On September 3, 2014, in buySAFE, Inc. v. Google, Inc., the U.S. Court of Appeals for the Federal Circuit (Taranto,* Hughes) affirmed the district court’s judgment on the pleadings that U.S. Patent No. 7,644,019, which related to methods and machine-readable media encoded to perform steps for guaranteeing a party’s performance of its online transaction, was invalid for lack of patent eligible subject matter under 35 U.S.C. § 101. The Federal Circuit stated:

The Supreme Court has “interpreted § 101 and its predecessors . . . for more than 150 years” to “‘contain[] an important implicit exception: Laws of nature, natural phenomena, and abstract ideas are not patentable.’” Under that interpretation, laws of nature, natural phenomena, and abstract ideas, no matter how“[g]roundbreaking, innovative, or even brilliant,” are outside what the statute means by “new and useful process, machine, manufacture, or composition of matter,” In identifying the three types of excluded matter, the Court has explained that the underlying “concern” is “‘that patent law not inhibit further discovery by improperly tying up the future use’ of these building blocks of human ingenuity.” The Court has invoked the concern to justify and inform understanding of, but not to identify section 101 exclusions beyond, the three recognized categories.

In defining the excluded categories, the Court has ruled that the exclusion applies if a claim involves a natural law or phenomenon or abstract idea, even if the particular natural law or phenomenon or abstract idea at issue is narrow. The Court . . . rejected the contention that the very narrow scope of the natural law at issue was a reason to find patent eligibility, explaining the point with reference to both natural laws and one kind of abstract idea, namely, mathematical concepts. . . . Based on the three implicit exclusions, the Court has created a framework for identifying claims that fall outside section 101. A claim that directly reads on matter in the three identified categories is outside section 101. But the provision also excludes the subject matter of certain claims that by their terms read on a human-made physical thing (“machine, manufacture, or composition of matter”) or a human-controlled series of physical acts (“process”) rather than laws of nature, natural phenomena, and abstract ideas. Such a claim falls outside section 101 if (a) it is “directed to” matter in one of the three excluded categories and (b) “the additional elements” do not supply an “inventive concept” in the physical realm of things and acts—a “new and useful application” of the ineligible matter in the physical realm—that ensures that the patent is on something “significantly more than” the ineligible matter itself. This two-stage inquiry requires examination of claim elements “both individually and ‘as an ordered combination.’”

[T]he recognition that the formation or manipulation of economic relations may involve an abstract idea does not amount to creation of a business-method exception. The required section 101 inquiry has a second step beyond identification of an abstract idea.
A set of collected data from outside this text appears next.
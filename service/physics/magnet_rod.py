"""A magnet rod in its own field: flux everywhere in it, for a curved demagnetising curve.

Inside, the flux function of B is found on the rod's mesh so that the energy is least: the
curve's energy in the rod, and the energy of the field outside, which the rod's modes know. The
energy is convex, so Newton's method with a shortened step finds its one minimum.

Lengths are in radii of the rod; flux densities are divided by the magnetic constant (A/m).
"""

import math
from functools import lru_cache
from typing import Final

import numpy as np
import scipy

from service.physics.demagnetisation import DemagnetisationCurve
from service.physics.gauss import gauss_legendre
from service.physics.rod_mesh import Floats, Indices, RodShape, shape_slopes, shape_values
from service.physics.rods import RodModes, rod_modes

_NODES: Final = 3
_STEPS: Final = 60
_ENOUGH: Final = 1e-8
_SHORTEST: Final = 1e-4


class MagnetRod:
    """The interior of a rod, ready for any curve and any applied field."""

    def __init__(self, modes: RodModes) -> None:
        self.modes = modes
        mesh = modes.mesh
        node, weight = gauss_legendre(_NODES)
        value, slope = shape_values(node), shape_slopes(node)
        sizes_s, sizes_z = mesh.radial.sizes, mesh.axial.sizes
        squares: Floats = mesh.radial.middles[:, None] + 0.5 * sizes_s[:, None] * node
        # Elements (r, z), places (g, h) in them, functions (i, j): B along and across the axis.
        along = np.einsum("r,gi,hj->rghij", 4.0 / sizes_s, slope, value)
        self._along: Floats = np.broadcast_to(
            along[:, None], (len(sizes_s), len(sizes_z), *along.shape[1:])
        ).reshape(len(sizes_s) * len(sizes_z), _NODES * _NODES, -1)
        across = np.einsum("rg,z,gi,hj->rzghij", 1 / np.sqrt(squares), -2 / sizes_z, value, slope)
        self._across: Floats = across.reshape(self._along.shape)
        volume = np.einsum("r,z,g,h->rzgh", sizes_s, sizes_z, weight, weight) * (0.25 * math.pi)
        self._volume: Floats = volume.reshape(len(self._along), -1)
        weighted = self._volume[..., None] * self._across
        self._stiff_across: Floats = np.swapaxes(self._across, 1, 2) @ weighted
        rows, columns = mesh.radial.connection, mesh.axial.connection
        height = mesh.axial.nodes
        number = (rows[:, None, :, None] - 1) * height + columns[None, :, None, :]
        # Nodes on the axis carry no flux; they are gathered in one number past the end and cut.
        self.count = (mesh.radial.nodes - 1) * height
        self._number: Indices = np.where(number < 0, self.count, number).reshape(
            len(self._along), -1
        )
        grid = np.arange(self.count).reshape(-1, height)
        self.path: Indices = np.concatenate((grid[:-1, 0], grid[-1], grid[-2::-1, -1]))
        # The energy of the outer field in terms of the modes of the flux through the surface.
        self.to_modes: Floats = np.asarray(np.linalg.inv(modes.shapes), dtype=np.float64)
        outside = modes.factors / (1.0 - modes.factors)
        self._outside: Floats = self.to_modes.T @ (outside[:, None] * self.to_modes)

    def magnetise(
        self, curve: DemagnetisationCurve, drive: Floats, start: Floats | None = None
    ) -> Floats:
        """Return the flux function of B at the mesh's nodes.

        Args:
            curve: of the material; the flux points along +z.
            drive: what an applied field drives in each mode.
            start: a flux function to begin from.

        Raises:
            ArithmeticError: the energy's minimum was not found (it exists for every curve).
        """
        flux = np.zeros(self.count) if start is None else start
        pushed = np.zeros(self.count)
        pushed[self.path] = self.to_modes.T @ (drive / (1.0 - self.modes.factors))
        # The forces of a field of the coercivity: what the residual is small against.
        uniform = np.full(self._volume.shape, curve.coercivity) * self._volume
        enough = _ENOUGH * float(np.linalg.norm(self._gather(uniform, self._along)))
        residual, slope = self._residual(curve, flux, pushed)
        size = float(np.linalg.norm(residual))
        for _ in range(_STEPS):
            if size <= enough:
                return flux
            step = scipy.linalg.cho_solve(
                scipy.linalg.cho_factor(self._tangent(curve, slope)), -residual
            )
            share = 1.0
            while True:
                moved = flux + share * step
                residual, slope = self._residual(curve, moved, pushed)
                reached = float(np.linalg.norm(residual))
                if reached < (1.0 - 0.1 * share) * size or share < _SHORTEST:
                    break
                share *= 0.5
            flux, size = moved, reached
        raise ArithmeticError(f"no working point of the magnet found: {size!r} is not {enough!r}")

    def outer_amplitudes(self, flux: Floats, drive: Floats) -> Floats:
        """Return the modes' amplitudes whose charge makes the rod's field outside it."""
        through = self.to_modes @ flux[self.path]
        amplitudes: Floats = (through - drive) / (1.0 - self.modes.factors)
        return amplitudes

    def _gather(self, weights: Floats, functions: Floats) -> Floats:
        total = np.zeros(self.count + 1)
        np.add.at(total, self._number, np.einsum("eq,eqi->ei", weights, functions))
        return total[:-1]

    def _residual(
        self, curve: DemagnetisationCurve, flux: Floats, pushed: Floats
    ) -> tuple[Floats, Floats]:
        """Return the forces on the flux function, and the slope of the curve everywhere."""
        local = np.append(flux, 0.0)[self._number]
        along = np.einsum("eqi,ei->eq", self._along, local)
        across = np.einsum("eqi,ei->eq", self._across, local)
        field, slope = curve.field(along)
        residual = self._gather(self._volume * field, self._along) - pushed
        residual += self._gather(self._volume * across / curve.recoil_permeability, self._across)
        residual[self.path] += self._outside @ flux[self.path]
        return residual, slope

    def _tangent(self, curve: DemagnetisationCurve, slope: Floats) -> Floats:
        local = self._stiff_across / curve.recoil_permeability
        weighted = (self._volume * slope)[..., None] * self._along
        local = local + np.swapaxes(self._along, 1, 2) @ weighted
        matrix = np.zeros((self.count + 1, self.count + 1))
        np.add.at(matrix, (self._number[:, :, None], self._number[:, None, :]), local)
        matrix = matrix[:-1, :-1]
        matrix[np.ix_(self.path, self.path)] += self._outside
        return matrix


@lru_cache(maxsize=16)
def magnet_rod(shape: RodShape) -> MagnetRod:
    """Return the interior of a rod shape; the last shapes asked for are kept."""
    return MagnetRod(rod_modes(shape))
If enough extra is included in a claim, it passes muster under section 101 even if it amounts to a “business method.” [A] claim directed to an abstract idea does not move into section 101 eligibility territory by “merely requir[ing] generic computer implementation.” “‘Simply appending conventional steps, specified at a high level of generality,’ was not ‘enough’ to supply an ‘“inventive concept.”’ Neither “attempting to limit the use of [the idea] to a particular technological environment” nor a “wholly generic computer implementation” is sufficient. . . .

The claims are squarely about creating a contractual relationship—a “transaction performance guaranty”—that is beyond question of ancient lineage. The dependent claims’ narrowing to particular types of such relationships, themselves familiar, does not change the analysis. This kind of narrowing of such long-familiar commercial transactions does not make the idea non-abstract for section 101 purposes. The claims thus are directed to an abstract idea.

The claims’ invocation of computers adds no inventive concept. The computer functionality is generic—indeed, quite limited: a computer receives a request for a guarantee and transmits an offer of guarantee in return. There is no further detail. That a computer receives and sends the information over a network—with no further specification—is not even arguably inventive. [It] cannot be enough that the transactions being guaranteed are themselves online transactions. At best, that narrowing is an “attempt[] to limit the use” of the abstract guarantee idea “to a particular technological environment,” which has long been held insufficient to save a claim in this context.